Exercise prompt —
Search the records below for the string "setDaemon" and copy each line where it turns up.
******
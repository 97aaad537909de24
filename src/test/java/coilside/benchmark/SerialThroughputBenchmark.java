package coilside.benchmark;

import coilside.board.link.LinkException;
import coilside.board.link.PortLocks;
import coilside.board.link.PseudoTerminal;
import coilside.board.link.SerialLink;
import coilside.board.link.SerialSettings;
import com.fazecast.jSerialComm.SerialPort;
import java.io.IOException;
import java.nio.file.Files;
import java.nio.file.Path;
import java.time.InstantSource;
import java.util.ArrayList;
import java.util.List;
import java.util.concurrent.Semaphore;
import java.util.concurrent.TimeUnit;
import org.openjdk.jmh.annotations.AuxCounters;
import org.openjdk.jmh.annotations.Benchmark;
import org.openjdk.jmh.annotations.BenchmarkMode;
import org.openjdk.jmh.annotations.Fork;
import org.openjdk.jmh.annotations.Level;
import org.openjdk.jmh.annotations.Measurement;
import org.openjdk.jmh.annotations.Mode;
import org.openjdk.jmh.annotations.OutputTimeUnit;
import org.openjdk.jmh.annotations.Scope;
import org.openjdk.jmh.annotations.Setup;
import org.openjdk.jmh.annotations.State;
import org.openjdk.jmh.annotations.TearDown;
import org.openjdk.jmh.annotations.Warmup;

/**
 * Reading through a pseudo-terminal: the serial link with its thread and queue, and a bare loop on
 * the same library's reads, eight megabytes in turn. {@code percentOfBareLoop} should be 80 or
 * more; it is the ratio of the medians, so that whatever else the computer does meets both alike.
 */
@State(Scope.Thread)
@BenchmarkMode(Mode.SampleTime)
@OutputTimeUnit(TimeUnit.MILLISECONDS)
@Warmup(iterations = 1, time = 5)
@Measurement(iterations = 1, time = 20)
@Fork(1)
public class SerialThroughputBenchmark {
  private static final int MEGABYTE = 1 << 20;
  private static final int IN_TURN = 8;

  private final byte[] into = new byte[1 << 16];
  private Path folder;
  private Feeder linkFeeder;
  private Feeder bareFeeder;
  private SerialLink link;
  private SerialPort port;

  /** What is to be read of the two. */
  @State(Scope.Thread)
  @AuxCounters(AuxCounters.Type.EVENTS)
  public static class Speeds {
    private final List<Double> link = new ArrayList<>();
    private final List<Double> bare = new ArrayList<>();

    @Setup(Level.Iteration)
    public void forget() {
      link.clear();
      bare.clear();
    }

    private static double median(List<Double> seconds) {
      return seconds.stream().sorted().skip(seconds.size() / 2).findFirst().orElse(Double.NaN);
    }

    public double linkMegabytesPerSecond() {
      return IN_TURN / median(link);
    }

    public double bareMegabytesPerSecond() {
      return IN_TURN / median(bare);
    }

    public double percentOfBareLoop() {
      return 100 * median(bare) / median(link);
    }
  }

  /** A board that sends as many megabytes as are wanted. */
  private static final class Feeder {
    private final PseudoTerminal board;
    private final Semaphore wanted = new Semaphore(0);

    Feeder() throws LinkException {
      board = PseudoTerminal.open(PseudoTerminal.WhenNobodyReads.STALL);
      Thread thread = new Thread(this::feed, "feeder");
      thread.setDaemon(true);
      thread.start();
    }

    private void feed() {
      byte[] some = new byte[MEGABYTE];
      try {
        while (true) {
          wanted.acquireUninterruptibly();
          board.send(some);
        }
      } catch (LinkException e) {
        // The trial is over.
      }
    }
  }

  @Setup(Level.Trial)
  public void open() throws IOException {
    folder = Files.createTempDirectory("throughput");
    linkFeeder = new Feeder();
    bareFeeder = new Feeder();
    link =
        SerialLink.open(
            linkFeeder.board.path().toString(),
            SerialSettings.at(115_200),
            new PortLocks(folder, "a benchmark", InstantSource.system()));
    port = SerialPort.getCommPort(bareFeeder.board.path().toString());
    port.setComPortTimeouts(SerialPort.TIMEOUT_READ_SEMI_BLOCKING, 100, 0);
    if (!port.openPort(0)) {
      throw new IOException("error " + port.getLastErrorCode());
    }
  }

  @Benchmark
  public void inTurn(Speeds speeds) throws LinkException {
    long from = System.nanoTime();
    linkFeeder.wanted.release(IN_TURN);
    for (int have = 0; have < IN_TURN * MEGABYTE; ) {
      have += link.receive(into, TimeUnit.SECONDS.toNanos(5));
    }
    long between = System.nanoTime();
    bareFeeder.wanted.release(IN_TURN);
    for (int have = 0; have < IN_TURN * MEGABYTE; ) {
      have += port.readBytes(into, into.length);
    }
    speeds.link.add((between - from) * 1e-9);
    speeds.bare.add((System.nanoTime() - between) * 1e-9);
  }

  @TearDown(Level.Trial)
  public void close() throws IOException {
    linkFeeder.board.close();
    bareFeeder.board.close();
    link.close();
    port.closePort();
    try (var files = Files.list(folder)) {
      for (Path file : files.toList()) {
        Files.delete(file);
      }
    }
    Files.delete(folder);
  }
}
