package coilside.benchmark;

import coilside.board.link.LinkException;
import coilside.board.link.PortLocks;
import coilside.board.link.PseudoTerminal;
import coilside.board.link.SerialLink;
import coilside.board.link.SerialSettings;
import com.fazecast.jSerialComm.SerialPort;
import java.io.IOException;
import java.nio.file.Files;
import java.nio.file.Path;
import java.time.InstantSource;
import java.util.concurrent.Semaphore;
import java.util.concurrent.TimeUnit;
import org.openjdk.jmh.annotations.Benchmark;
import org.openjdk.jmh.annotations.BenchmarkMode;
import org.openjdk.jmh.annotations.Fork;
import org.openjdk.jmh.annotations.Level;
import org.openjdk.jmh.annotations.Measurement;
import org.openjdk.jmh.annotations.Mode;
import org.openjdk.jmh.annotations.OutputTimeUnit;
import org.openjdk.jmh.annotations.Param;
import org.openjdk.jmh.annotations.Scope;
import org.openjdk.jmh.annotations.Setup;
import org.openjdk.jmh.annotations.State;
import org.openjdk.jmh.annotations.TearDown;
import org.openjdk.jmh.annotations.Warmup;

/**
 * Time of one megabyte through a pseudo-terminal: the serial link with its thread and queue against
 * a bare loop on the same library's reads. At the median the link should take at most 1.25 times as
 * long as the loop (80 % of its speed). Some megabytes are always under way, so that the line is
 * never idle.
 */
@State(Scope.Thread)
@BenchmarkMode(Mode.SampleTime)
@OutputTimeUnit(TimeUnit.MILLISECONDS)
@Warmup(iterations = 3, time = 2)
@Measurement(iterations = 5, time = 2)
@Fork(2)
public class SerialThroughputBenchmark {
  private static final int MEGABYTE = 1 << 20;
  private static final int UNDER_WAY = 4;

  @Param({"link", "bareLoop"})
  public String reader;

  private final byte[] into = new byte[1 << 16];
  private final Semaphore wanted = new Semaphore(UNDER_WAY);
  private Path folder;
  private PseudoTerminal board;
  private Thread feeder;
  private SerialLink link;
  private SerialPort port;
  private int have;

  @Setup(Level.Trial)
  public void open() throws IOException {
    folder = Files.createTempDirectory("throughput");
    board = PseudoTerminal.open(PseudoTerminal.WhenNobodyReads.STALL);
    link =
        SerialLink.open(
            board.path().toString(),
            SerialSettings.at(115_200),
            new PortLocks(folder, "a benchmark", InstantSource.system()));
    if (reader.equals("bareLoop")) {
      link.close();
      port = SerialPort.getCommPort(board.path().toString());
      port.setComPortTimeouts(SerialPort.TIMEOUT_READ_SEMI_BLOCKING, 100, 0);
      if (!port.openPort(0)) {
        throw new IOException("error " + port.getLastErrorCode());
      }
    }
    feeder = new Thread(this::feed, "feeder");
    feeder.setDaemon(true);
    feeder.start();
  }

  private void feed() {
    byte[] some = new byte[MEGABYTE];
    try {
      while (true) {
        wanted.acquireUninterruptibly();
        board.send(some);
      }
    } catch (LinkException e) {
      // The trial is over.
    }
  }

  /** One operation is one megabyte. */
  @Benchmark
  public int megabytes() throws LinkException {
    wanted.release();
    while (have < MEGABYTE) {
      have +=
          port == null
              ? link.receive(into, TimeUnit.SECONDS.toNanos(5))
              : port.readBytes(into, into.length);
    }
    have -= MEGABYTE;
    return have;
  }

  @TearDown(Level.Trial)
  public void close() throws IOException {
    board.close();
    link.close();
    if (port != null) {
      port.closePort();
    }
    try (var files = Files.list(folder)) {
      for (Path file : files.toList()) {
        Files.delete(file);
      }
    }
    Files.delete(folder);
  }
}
******
Written reply —
      thread.setDaemon(true);
    feeder.setDaemon(true);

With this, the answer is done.